● **Source records**:
────────────────────

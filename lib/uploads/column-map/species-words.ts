const NAMES: Readonly<Record<string, string>> = {
  hydrogen: 'H2',
  wasserstoff: 'H2',
  hydrogene: 'H2',
  hidrogeno: 'H2',
  idrogeno: 'H2',
  waterstof: 'H2',
  nitrogen: 'N2',
  stickstoff: 'N2',
  azote: 'N2',
  nitrogeno: 'N2',
  azoto: 'N2',
  stikstof: 'N2',
  argon: 'Ar',
  helium: 'He',
  neon: 'Ne',
  oxygen: 'O2',
  sauerstoff: 'O2',
  oxygene: 'O2',
  oxigeno: 'O2',
  ossigeno: 'O2',
  water: 'H2O',
  wasser: 'H2O',
  eau: 'H2O',
  agua: 'H2O',
  steam: 'H2O',
  dampf: 'H2O',
  methane: 'CH4',
  methan: 'CH4',
  metano: 'CH4',
  methaan: 'CH4',
  ethane: 'C2H6',
  ethan: 'C2H6',
  ethene: 'C2H4',
  ethylene: 'C2H4',
  ethen: 'C2H4',
  ethin: 'C2H2',
  acetylene: 'C2H2',
  acetylen: 'C2H2',
  propane: 'C3H8',
  propan: 'C3H8',
  propene: 'C3H6',
  propylene: 'C3H6',
  propen: 'C3H6',
  methanol: 'CH3OH',
  ethanol: 'C2H5OH',
  ammonia: 'NH3',
  ammoniak: 'NH3',
  ammoniac: 'NH3',
  'carbon dioxide': 'CO2',
  kohlendioxid: 'CO2',
  kohlenstoffdioxid: 'CO2',
  'dioxyde de carbone': 'CO2',
  'dioxido de carbono': 'CO2',
  'carbon monoxide': 'CO',
  kohlenmonoxid: 'CO',
  kohlenstoffmonoxid: 'CO',
  'monoxyde de carbone': 'CO',
  'monoxido de carbono': 'CO',
  'nitric oxide': 'NO',
  'nitrogen dioxide': 'NO2',
  'nitrous oxide': 'N2O',
}

const FORMULAS = [
  'H2',
  'N2',
  'Ar',
  'He',
  'Ne',
  'O2',
  'CO',
  'CO2',
  'H2O',
  'CH4',
  'C2H2',
  'C2H4',
  'C2H6',
  'C3H6',
  'C3H8',
  'C4H10',
  'CH3OH',
  'C2H5OH',
  'CH3OCH3',
  'HCHO',
  'HCOOH',
  'NH3',
  'NO',
  'NO2',
  'N2O',
  'SO2',
  'H2S',
  'C6H6',
]

/** Species by formula or name, in the campaign's own spelling first. */
export class SpeciesWords {
  readonly #exact = new Map<string, string>()
  readonly #folded = new Map<string, string>()

  constructor(species: readonly string[]) {
    for (const formula of [...species, ...FORMULAS]) {
      if (!this.#exact.has(formula)) this.#exact.set(formula, formula)
      const folded = formula.toLowerCase()
      if (!this.#folded.has(folded)) this.#folded.set(folded, formula)
    }
    for (const [name, formula] of Object.entries(NAMES)) if (!this.#folded.has(name)) this.#folded.set(name, formula)
  }

  /** a cell that is nothing but a species; null otherwise */
  named(text: string): string | null {
    const plain = plainDigits(text.trim())
    const folded = plain
      .normalize('NFD')
      .replace(/[\u0300-\u036f]/g, '')
      .toLowerCase()
    return this.#exact.get(plain) ?? this.#folded.get(folded) ?? null
  }

  /** the species a header speaks of, with the words left when it is taken out; null where there is none or more than one */
  within(label: string): { readonly species: string; readonly rest: string } | null {
    const plain = plainDigits(label)
    const whole = this.named(plain)
    if (whole !== null) return { species: whole, rest: '' }
    const words = plain.split(/[^\p{L}\p{N}]+/u).filter((word) => word !== '')
    for (let count = Math.min(3, words.length); count >= 1; count--)
      for (let i = 0; i + count <= words.length; i++) {
        const species = this.named(words.slice(i, i + count).join(' '))
        // `no` is a number column far more often than nitric oxide, `he` may be a word: two letters must be written as the formula is
        if (species === null || (count === 1 && (words[i]?.length ?? 0) <= 2 && !this.#exact.has(words[i] ?? '')))
          continue
        return { species, rest: [...words.slice(0, i), ...words.slice(i + count)].join(' ') }
      }
    return null
  }
}

function plainDigits(text: string): string {
  return text.replace(/[₀-₉]/g, (digit) => String(digit.charCodeAt(0) - 0x2080))
}
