import { cellKind, type CellKind } from '../find-layout'
import { HAS_MARK, numberShape, WITH_COMMA, WITH_POINT } from '../number-text'
import { scanDateTime } from '../dates/scan-date-time'
import { type Cell } from '../table'

/** What the values of one column say over all rows. */
export class ColumnStatistics {
  readonly counts: Record<CellKind, number> = { empty: 0, number: 0, date: 0, time: 0, absent: 0, text: 0 }
  /** numbers that only a point, only a comma, or either can make */
  onlyPoint = 0
  onlyComma = 0
  eitherMark = 0
  /** numbers stored as numbers by a workbook */
  typed = 0
  /** largest first and second number of dates without a fixed order */
  firstField = 0
  secondField = 0
  thirdField = 0
  undecidedDates = 0
  shortDates = 0
  certainDates = 0
  datesWithTime = 0
  timesWithOffset = 0
  halfDays = 0
  largestSecond = 0
  integers = 0
  /** range of the numbers that read the same under either mark */
  minimum = Number.POSITIVE_INFINITY
  maximum = Number.NEGATIVE_INFINITY
  /** eight-digit numbers that make a date */
  compactDates = 0
  readonly texts = new Map<string, number>()

  add(cell: Cell): void {
    if (typeof cell === 'number') {
      this.counts.number++
      this.typed++
      this.#range(cell)
      return
    }
    const shape = numberShape(cell)
    if (shape !== 0) {
      this.counts.number++
      if ((shape & HAS_MARK) !== 0) {
        const point = (shape & WITH_POINT) !== 0
        const comma = (shape & WITH_COMMA) !== 0
        if (point && comma) this.eitherMark++
        else if (point) this.onlyPoint++
        else this.onlyComma++
        const value = Number(cell.replace(',', '.'))
        if (!Number.isNaN(value)) this.#range(value)
      } else {
        const value = Number(cell)
        if (!Number.isNaN(value)) this.#range(value)
        if (value >= 19_000_101 && value <= 21_001_231 && scanDateTime(cell, true) !== null) this.compactDates++
      }
      return
    }
    const kind = cellKind(cell)
    this.counts[kind]++
    if (kind === 'text') {
      const text = cell.trim()
      if (this.texts.size < 64 || this.texts.has(text)) this.texts.set(text, (this.texts.get(text) ?? 0) + 1)
    } else if (kind === 'date' || kind === 'time') this.#date(cell)
  }

  #range(value: number): void {
    if (Number.isInteger(value)) this.integers++
    if (value < this.minimum) this.minimum = value
    if (value > this.maximum) this.maximum = value
  }

  #date(cell: string): void {
    const scan = scanDateTime(cell)
    if (scan === null) return
    if (scan.fields !== null) {
      if (scan.form === 'certain') this.certainDates++
      else {
        this.undecidedDates++
        if (scan.form === 'short') this.shortDates++
        this.firstField = Math.max(this.firstField, scan.fields[0])
        this.secondField = Math.max(this.secondField, scan.fields[1])
        this.thirdField = Math.max(this.thirdField, scan.fields[2])
      }
      if (scan.secondOfDay !== null) this.datesWithTime++
    }
    if (scan.secondOfDay !== null && scan.secondOfDay > this.largestSecond) this.largestSecond = scan.secondOfDay
    if (scan.offsetMinutes !== null) this.timesWithOffset++
    if (scan.hasHalfDay) this.halfDays++
  }

  /** the kind most of its cells are of; null for a column without content */
  get majority(): CellKind | null {
    let best: CellKind | null = null
    for (const kind of ['number', 'date', 'time', 'text'] as const)
      if (this.counts[kind] > 0 && (best === null || this.counts[kind] > this.counts[best])) best = kind
    return best
  }

  get censoredOrMissing(): number {
    return this.counts.absent + this.counts.empty
  }
}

────────────────────

Write the data out again. Match it word for word.

● **WRITTEN SOLUTION**:
filename lib/uploads/column-map/species-words.ts
const NAMES: Readonly<Record<string, string>> = {
  hydrogen: 'H2',
  wasserstoff: 'H2',
  hydrogene: 'H2',
  hidrogeno: 'H2',
  idrogeno: 'H2',
  waterstof: 'H2',
  nitrogen: 'N2',
  stickstoff: 'N2',
  azote: 'N2',
  nitrogeno: 'N2',
  azoto: 'N2',
  stikstof: 'N2',
  argon: 'Ar',
  helium: 'He',
  neon: 'Ne',
  oxygen: 'O2',
  sauerstoff: 'O2',
  oxygene: 'O2',
  oxigeno: 'O2',
  ossigeno: 'O2',
  water: 'H2O',
  wasser: 'H2O',
  eau: 'H2O',
  agua: 'H2O',
  steam: 'H2O',
  dampf: 'H2O',
  methane: 'CH4',
  methan: 'CH4',
  metano: 'CH4',
  methaan: 'CH4',
  ethane: 'C2H6',
  ethan: 'C2H6',
  ethene: 'C2H4',
  ethylene: 'C2H4',
  ethen: 'C2H4',
  ethin: 'C2H2',
  acetylene: 'C2H2',
  acetylen: 'C2H2',
  propane: 'C3H8',
  propan: 'C3H8',
  propene: 'C3H6',
  propylene: 'C3H6',
  propen: 'C3H6',
  methanol: 'CH3OH',
  ethanol: 'C2H5OH',
  ammonia: 'NH3',
  ammoniak: 'NH3',
  ammoniac: 'NH3',
  'carbon dioxide': 'CO2',
  kohlendioxid: 'CO2',
  kohlenstoffdioxid: 'CO2',
  'dioxyde de carbone': 'CO2',
  'dioxido de carbono': 'CO2',
  'carbon monoxide': 'CO',
  kohlenmonoxid: 'CO',
  kohlenstoffmonoxid: 'CO',
  'monoxyde de carbone': 'CO',
  'monoxido de carbono': 'CO',
  'nitric oxide': 'NO',
  'nitrogen dioxide': 'NO2',
  'nitrous oxide': 'N2O',
}

const FORMULAS = [
  'H2',
  'N2',
  'Ar',
  'He',
  'Ne',
  'O2',
  'CO',
  'CO2',
  'H2O',
  'CH4',
  'C2H2',
  'C2H4',
  'C2H6',
  'C3H6',
  'C3H8',
  'C4H10',
  'CH3OH',
  'C2H5OH',
  'CH3OCH3',
  'HCHO',
  'HCOOH',
  'NH3',
  'NO',
  'NO2',
  'N2O',
  'SO2',
  'H2S',
  'C6H6',
]

/** Species by formula or name, in the campaign's own spelling first. */
export class SpeciesWords {
  readonly #exact = new Map<string, string>()
  readonly #folded = new Map<string, string>()

  constructor(species: readonly string[]) {
    for (const formula of [...species, ...FORMULAS]) {
      if (!this.#exact.has(formula)) this.#exact.set(formula, formula)
      const folded = formula.toLowerCase()
      if (!this.#folded.has(folded)) this.#folded.set(folded, formula)
    }
    for (const [name, formula] of Object.entries(NAMES)) if (!this.#folded.has(name)) this.#folded.set(name, formula)
  }

  /** a cell that is nothing but a species; null otherwise */
  named(text: string): string | null {
    const plain = plainDigits(text.trim())
    const folded = plain
      .normalize('NFD')
      .replace(/[\u0300-\u036f]/g, '')
      .toLowerCase()
    return this.#exact.get(plain) ?? this.#folded.get(folded) ?? null
  }

  /** the species a header speaks of, with the words left when it is taken out; null where there is none or more than one */
  within(label: string): { readonly species: string; readonly rest: string } | null {
    const plain = plainDigits(label)
    const whole = this.named(plain)
    if (whole !== null) return { species: whole, rest: '' }
    const words = plain.split(/[^\p{L}\p{N}]+/u).filter((word) => word !== '')
    for (let count = Math.min(3, words.length); count >= 1; count--)
      for (let i = 0; i + count <= words.length; i++) {
        const species = this.named(words.slice(i, i + count).join(' '))
        // `no` is a number column far more often than nitric oxide, `he` may be a word: two letters must be written as the formula is
        if (species === null || (count === 1 && (words[i]?.length ?? 0) <= 2 && !this.#exact.has(words[i] ?? '')))
          continue
        return { species, rest: [...words.slice(0, i), ...words.slice(i + count)].join(' ') }
      }
    return null
  }
}

function plainDigits(text: string): string {
  return text.replace(/[₀-₉]/g, (digit) => String(digit.charCodeAt(0) - 0x2080))
}
import { cellKind, type CellKind } from '../find-layout'
import { HAS_MARK, numberShape, WITH_COMMA, WITH_POINT } from '../number-text'
import { scanDateTime } from '../dates/scan-date-time'
import { type Cell } from '../table'

/** What the values of one column say over all rows. */
export class ColumnStatistics {
  readonly counts: Record<CellKind, number> = { empty: 0, number: 0, date: 0, time: 0, absent: 0, text: 0 }
  /** numbers that only a point, only a comma, or either can make */
  onlyPoint = 0
  onlyComma = 0
  eitherMark = 0
  /** numbers stored as numbers by a workbook */
  typed = 0
  /** largest first and second number of dates without a fixed order */
  firstField = 0
  secondField = 0
  thirdField = 0
  undecidedDates = 0
  shortDates = 0
  certainDates = 0
  datesWithTime = 0
  timesWithOffset = 0
  halfDays = 0
  largestSecond = 0
  integers = 0
  /** range of the numbers that read the same under either mark */
  minimum = Number.POSITIVE_INFINITY
  maximum = Number.NEGATIVE_INFINITY
  /** eight-digit numbers that make a date */
  compactDates = 0
  readonly texts = new Map<string, number>()

  add(cell: Cell): void {
    if (typeof cell === 'number') {
      this.counts.number++
      this.typed++
      this.#range(cell)
      return
    }
    const shape = numberShape(cell)
    if (shape !== 0) {
      this.counts.number++
      if ((shape & HAS_MARK) !== 0) {
        const point = (shape & WITH_POINT) !== 0
        const comma = (shape & WITH_COMMA) !== 0
        if (point && comma) this.eitherMark++
        else if (point) this.onlyPoint++
        else this.onlyComma++
        const value = Number(cell.replace(',', '.'))
        if (!Number.isNaN(value)) this.#range(value)
      } else {
        const value = Number(cell)
        if (!Number.isNaN(value)) this.#range(value)
        if (value >= 19_000_101 && value <= 21_001_231 && scanDateTime(cell, true) !== null) this.compactDates++
      }
      return
    }
    const kind = cellKind(cell)
    this.counts[kind]++
    if (kind === 'text') {
      const text = cell.trim()
      if (this.texts.size < 64 || this.texts.has(text)) this.texts.set(text, (this.texts.get(text) ?? 0) + 1)
    } else if (kind === 'date' || kind === 'time') this.#date(cell)
  }

  #range(value: number): void {
    if (Number.isInteger(value)) this.integers++
    if (value < this.minimum) this.minimum = value
    if (value > this.maximum) this.maximum = value
  }

  #date(cell: string): void {
    const scan = scanDateTime(cell)
    if (scan === null) return
    if (scan.fields !== null) {
      if (scan.form === 'certain') this.certainDates++
      else {
        this.undecidedDates++
        if (scan.form === 'short') this.shortDates++
        this.firstField = Math.max(this.firstField, scan.fields[0])
        this.secondField = Math.max(this.secondField, scan.fields[1])
        this.thirdField = Math.max(this.thirdField, scan.fields[2])
      }
      if (scan.secondOfDay !== null) this.datesWithTime++
    }
    if (scan.secondOfDay !== null && scan.secondOfDay > this.largestSecond) this.largestSecond = scan.secondOfDay
    if (scan.offsetMinutes !== null) this.timesWithOffset++
    if (scan.hasHalfDay) this.halfDays++
  }

  /** the kind most of its cells are of; null for a column without content */
  get majority(): CellKind | null {
    let best: CellKind | null = null
    for (const kind of ['number', 'date', 'time', 'text'] as const)
      if (this.counts[kind] > 0 && (best === null || this.counts[kind] > this.counts[best])) best = kind
    return best
  }

  get censoredOrMissing(): number {
    return this.counts.absent + this.counts.empty
  }
}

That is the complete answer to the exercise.